= The Pretenders (play) =

Play by Henrik Ibsen

The Pretenders (original Norwegian title: Kongs-Emnerne) is a dramatic play by Norwegian playwright Henrik Ibsen.

==Play overview==
The Pretenders was written in bursts during 1863, but Ibsen claimed to have had sources and the idea in 1858. It is a five-act play in prose set in the thirteenth century. The play opened at the old Christiania Theatre on 19 January 1864. The plot revolves around the historical conflict between Norwegian King Håkon Håkonsson and his father-in-law, Earl Skule Bårdsson.

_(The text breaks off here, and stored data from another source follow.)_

/**
 * TIFF structure check: walks the image file directories (IFDs) with bounds, cycle and size
 * checks before any pixel is decoded, so a corrupt or hostile file gives a clear error in
 * bounded time. Format: TIFF Revision 6.0 (Adobe, 1992), sections 2 and 8.
 */
import { DataError } from "../errors.js";
import { formatBytes, MAX_DECODED_IMAGE_BYTES, MAX_IMAGE_PIXELS } from "./limits.js";

/** The baseline fields of one page that the decoder needs. */
export interface TiffPage {
  width: number;
  height: number;
  bitsPerSample: number;
  samplesPerPixel: number;
  /** 1 unsigned integer, 2 signed integer, 3 IEEE float (TIFF tag 339). */
  sampleFormat: number;
  /** 1 none, 5 LZW, 8/32946 Deflate, 32773 PackBits (tag 259). */
  compression: number;
  /** 0 WhiteIsZero, 1 BlackIsZero, 2 RGB (tag 262). */
  photometric: number;
  predictor: number;
  rowsPerStrip: number;
  stripOffsets: number[];
  stripByteCounts: number[];
}

/** Byte order and pages of a TIFF file. */
export interface TiffStructure {
  littleEndian: boolean;
  pages: TiffPage[];
}

const TYPE_SIZE = [0, 1, 1, 2, 4, 8, 1, 1, 2, 4, 8, 4, 8, 4];
const MAX_PAGES = 100_000;

/** True when the bytes start with a TIFF header ("II*\0" or "MM\0*"). */
export function isTiff(bytes: Uint8Array): boolean {
  return bytes.length >= 4 && ((bytes[0] === 0x49 && bytes[1] === 0x49 && bytes[2] === 42 && bytes[3] === 0) || (bytes[0] === 0x4d && bytes[1] === 0x4d && bytes[2] === 0 && bytes[3] === 42));
}

/**
 * Reads and checks every IFD of a TIFF file.
 * @param bytes  the file
 * @param source file name for messages
 */
export function readTiffDirectories(bytes: Uint8Array, source: string): TiffStructure {
  const corrupt = (what: string): DataError => new DataError(source, `corrupt or truncated TIFF: ${what}`, "export the image again or check the copy is complete");
  if (bytes.length >= 4 && ((bytes[0] === 0x49 && bytes[2] === 43) || (bytes[0] === 0x4d && bytes[3] === 43))) {
    throw new DataError(source, "BigTIFF files are not supported", "save the stack as classic TIFF (below 4 GiB)");
  }
  if (!isTiff(bytes)) throw new DataError(source, "not a TIFF file (wrong header)", "give a PNG, a TIFF or a text table");
  if (bytes.length < 8) throw corrupt("the file ends inside the header");
  const view = new DataView(bytes.buffer, bytes.byteOffset, bytes.byteLength);
  const le = bytes[0] === 0x49;
  const u16 = (at: number): number => view.getUint16(at, le);
  const u32 = (at: number): number => view.getUint32(at, le);
  const pages: TiffPage[] = [];
  const seen = new Set<number>();
  let offset = u32(4);
  let pixels = 0;
  let decodedBytes = 0;
  while (offset !== 0) {
    if (seen.has(offset)) throw corrupt(`directory chain loops back to offset ${offset}`);
    if (pages.length >= MAX_PAGES) throw new DataError(source, `more than ${MAX_PAGES} pages`, "split the stack");
    seen.add(offset);
    if (offset + 2 > bytes.length) throw corrupt(`directory offset ${offset} is beyond the end of the file (${bytes.length} bytes)`);
    const count = u16(offset);
    const end = offset + 2 + count * 12;
    if (end + 4 > bytes.length) throw corrupt(`directory at offset ${offset} runs past the end of the file`);
    const tags = new Map<number, number[]>();
    for (let i = 0; i < count; i++) {
      const entry = offset + 2 + i * 12;
      const tag = u16(entry);
      const type = u16(entry + 2);
      const n = u32(entry + 4);
      const size = TYPE_SIZE[type];
      if (size === undefined || size === 0) continue; // unknown field types are skipped (TIFF 6.0 §2)
      const total = size * n;
      const at = total <= 4 ? entry + 8 : u32(entry + 8);
      if (at + total > bytes.length) throw corrupt(`field ${tag} points beyond the end of the file`);
      if (NEEDED.has(tag)) {
        if (n > 1_000_000) throw corrupt(`field ${tag} has ${n} values`);
        const values: number[] = [];
        for (let k = 0; k < n; k++) values.push(type === 3 ? u16(at + 2 * k) : type === 4 ? u32(at + 4 * k) : type === 1 ? (bytes[at + k] as number) : NaN);
        tags.set(tag, values);
      }
    }
    pages.push(pageFrom(tags, source, pages.length + 1, bytes.length, corrupt));
    const page = pages[pages.length - 1]!;
    pixels += page.width * page.height;
    if (pixels > MAX_IMAGE_PIXELS) throw new DataError(source, `the image stack holds more than ${MAX_IMAGE_PIXELS} pixels`, "crop the frames or split the stack");
    decodedBytes += page.width * page.height * page.samplesPerPixel * (page.bitsPerSample / 8);
    if (decodedBytes > MAX_DECODED_IMAGE_BYTES) {
      throw new DataError(source, `the image stack decodes to more than ${formatBytes(MAX_DECODED_IMAGE_BYTES)} (pixels × channels × bytes per sample, up to page ${pages.length})`, "crop the frames, split the stack or save it as greyscale");
    }
    offset = u32(end);
  }
  if (pages.length === 0) throw corrupt("no image directory");
  checkStripsDisjoint(pages, corrupt);
  return { littleEndian: le, pages };
}

/**
 * Throws when two strips (of any pages) share bytes: a legitimate file stores each strip once;
 * aliased strips make a small file decode to many times its size.
 */
function checkStripsDisjoint(pages: readonly TiffPage[], corrupt: (what: string) => DataError): void {
  const ranges: [number, number, number, number][] = [];
  pages.forEach((page, p) => page.stripOffsets.forEach((start, s) => {
    const count = page.stripByteCounts[s]!;
    if (count > 0) ranges.push([start, start + count, p + 1, s + 1]);
  }));
  ranges.sort((a, b) => a[0] - b[0]);
  for (let i = 1; i < ranges.length; i++) {
    const [start, , page, strip] = ranges[i]!;
    const [, previousEnd, previousPage, previousStrip] = ranges[i - 1]!;
    if (start < previousEnd) throw corrupt(`strip ${strip} of page ${page} overlaps strip ${previousStrip} of page ${previousPage} (strips must not share bytes)`);
  }
}

const NEEDED = new Set([256, 257, 258, 259, 262, 273, 277, 278, 279, 284, 317, 322, 339]);

function pageFrom(tags: Map<number, number[]>, source: string, index: number, fileLength: number, corrupt: (what: string) => DataError): TiffPage {
  const one = (tag: number, fallback?: number): number => {
    const value = tags.get(tag)?.[0] ?? fallback;
    if (value === undefined || !Number.isFinite(value)) throw corrupt(`page ${index} lacks field ${tag}`);
    return value;
  };
  const unsupported = (what: string, hint: string): DataError => new DataError(source, `page ${index}: ${what} is not supported`, hint);
  const width = one(256);
  const height = one(257);
  if (width === 0 || height === 0) throw corrupt(`page ${index} has size ${width} × ${height}`);
  const bits = tags.get(258) ?? [1];
  const bitsPerSample = bits[0] as number;
  const samplesPerPixel = one(277, 1);
  const sampleFormat = one(339, 1);
  const compression = one(259, 1);
  const photometric = one(262, 1);
  const predictor = one(317, 1);
  if (tags.has(322)) throw unsupported("a tiled TIFF", "save the frames as strips (the default of most programs)");
  if (one(284, 1) !== 1) throw unsupported("planar configuration 2 (separate colour planes)", "save as interleaved (chunky) pixels");
  if (bits.some((b) => b !== bitsPerSample)) throw unsupported("different bit depths per channel", "save as greyscale");
  if (![1, 3, 4].includes(samplesPerPixel)) throw unsupported(`${samplesPerPixel} samples per pixel`, "save as greyscale or RGB");
  if (![1, 2].includes(photometric)) throw unsupported(`photometric interpretation ${photometric}`, "save as greyscale (black is zero) or RGB");
  const type = `${bitsPerSample}-bit ${sampleFormat === 3 ? "float" : sampleFormat === 2 ? "signed integer" : "integer"}`;
  const ok = (sampleFormat === 1 && (bitsPerSample === 8 || bitsPerSample === 16)) || (sampleFormat === 3 && bitsPerSample === 32);
  if (!ok) throw unsupported(`a ${type} image`, "save as 8- or 16-bit unsigned integer or 32-bit float");
  if (![1, 5, 8, 32946, 32773].includes(compression)) throw unsupported(`compression ${compression}`, "save without compression, or with LZW, Deflate or PackBits");
  if (predictor !== 1 && !(predictor === 2 && bitsPerSample !== 32)) throw unsupported(`predictor ${predictor} with a ${type} image`, "save without a predictor");
  const stripOffsets = tags.get(273);
  const stripByteCounts = tags.get(279);
  if (!stripOffsets || !stripByteCounts) throw corrupt(`page ${index} has no strip offsets or byte counts`);
  if (stripOffsets.length !== stripByteCounts.length) throw corrupt(`page ${index} has ${stripOffsets.length} strip offsets but ${stripByteCounts.length} byte counts`);
  const rowsPerStrip = Math.min(one(278, height), height);
  if (rowsPerStrip === 0) throw corrupt(`page ${index} has zero rows per strip`);
  // TIFF 6.0 §3 (StripsPerImage): exactly ceil(height / rowsPerStrip) strips for chunky pixels.
  const strips = Math.ceil(height / rowsPerStrip);
  if (stripOffsets.length !== strips) throw corrupt(`page ${index} has ${stripOffsets.length} strips for ${height} rows of ${rowsPerStrip} (${strips} expected)`);
  for (let s = 0; s < stripOffsets.length; s++) {
    if ((stripOffsets[s] as number) + (stripByteCounts[s] as number) > fileLength) {
      throw corrupt(`page ${index}: strip ${s + 1} ends at byte ${(stripOffsets[s] as number) + (stripByteCounts[s] as number)}, beyond the end of the file (${fileLength} bytes)`);
    }
  }
  if (compression === 1) {
    const rowBytes = width * samplesPerPixel * (bitsPerSample / 8);
    const total = stripByteCounts.reduce((a, b) => a + b, 0);
    if (total < rowBytes * height) throw corrupt(`page ${index} holds ${total} pixel bytes, ${rowBytes * height} are needed`);
  }
  return { width, height, bitsPerSample, samplesPerPixel, sampleFormat, compression, photometric, predictor, rowsPerStrip, stripOffsets, stripByteCounts };
}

It has been commonly ascribed to the rivalry between Ibsen and Bjørnstjerne Bjørnson, who had succeeded Ibsen as director of the Norske Theater in 1857.

==List of characters==
- Håkon Håkonsson, King-elect of Norway
- Inga of Varteig, Håkon's mother
- Earl Skule Bårdsson, Norwegian nobleman and future father-in-law of Håkon
- Lady Ragnhild, Skule's wife
- Sigrid, Skule's sister
- Margaret, Skule's daughter and Håkon's future wife
- Guthorm Ingesson
- Sigurd Ribbung
- Nikolas Arnesson, Bishop of Oslo
- Dagfinn the Peasant, Håkon's Marshal
- Ivar Bodde, Haakon's Chaplain
- Vegard Vaeradal, one of his bodyguard
- Gregorius Jonsson, a nobleman
- Paul Flida, a nobleman
- Ingebjorg, wife of Anders Skialdarband
- Peter, her son, a young priest
- Sira Viljam, house chaplain to Bishop Nikolas
- Master Sigard of Brabant, a physician
- Jatgeir, an Icelandic poet
- Baard Bratte, a chieftain from near Trondheim

==Historic background==
Håkon Håkonsson reigned as king of Norway from 1217 to 1263. In the earlier part of the reign of King Håkon, much of the royal power was in the hands of Skule Bårdsson. In 1225, Håkon married Skule's daughter Margaret Skulesdatter. The relationship between the two became strained as Håkon asserted his power. In 1239, the conflict between the two erupted into open warfare when Skule had himself proclaimed king. The rebellion ended in 1240 when Skule was put to death. This rebellion and the death of Skule are generally taken to mark the end of the Civil war era in Norway which had dated from 1130.

==Translations==
This play was translated into English by Scottish writer and critic William Archer as a part of his publication, Henrik Ibsen's Prose Dramas Vol III. This volume consisted of Lady Inger of Östrat (Fru Inger til Østeraad), The Vikings at Helgeland (Hærmændene paa Helgeland), and The Pretenders (Kongs-Emnerne). It was published by The Walter Scott Company, London in 1890.

This play was translated into Welsh (as Yr Ymhonwyr) by T. Gwynn Jones, and performed to an audience of 10,000 at the 1927 Holyhead National Eisteddfod. The production was part of the national drama movement in Wales, funded by Baron Howard de Walden.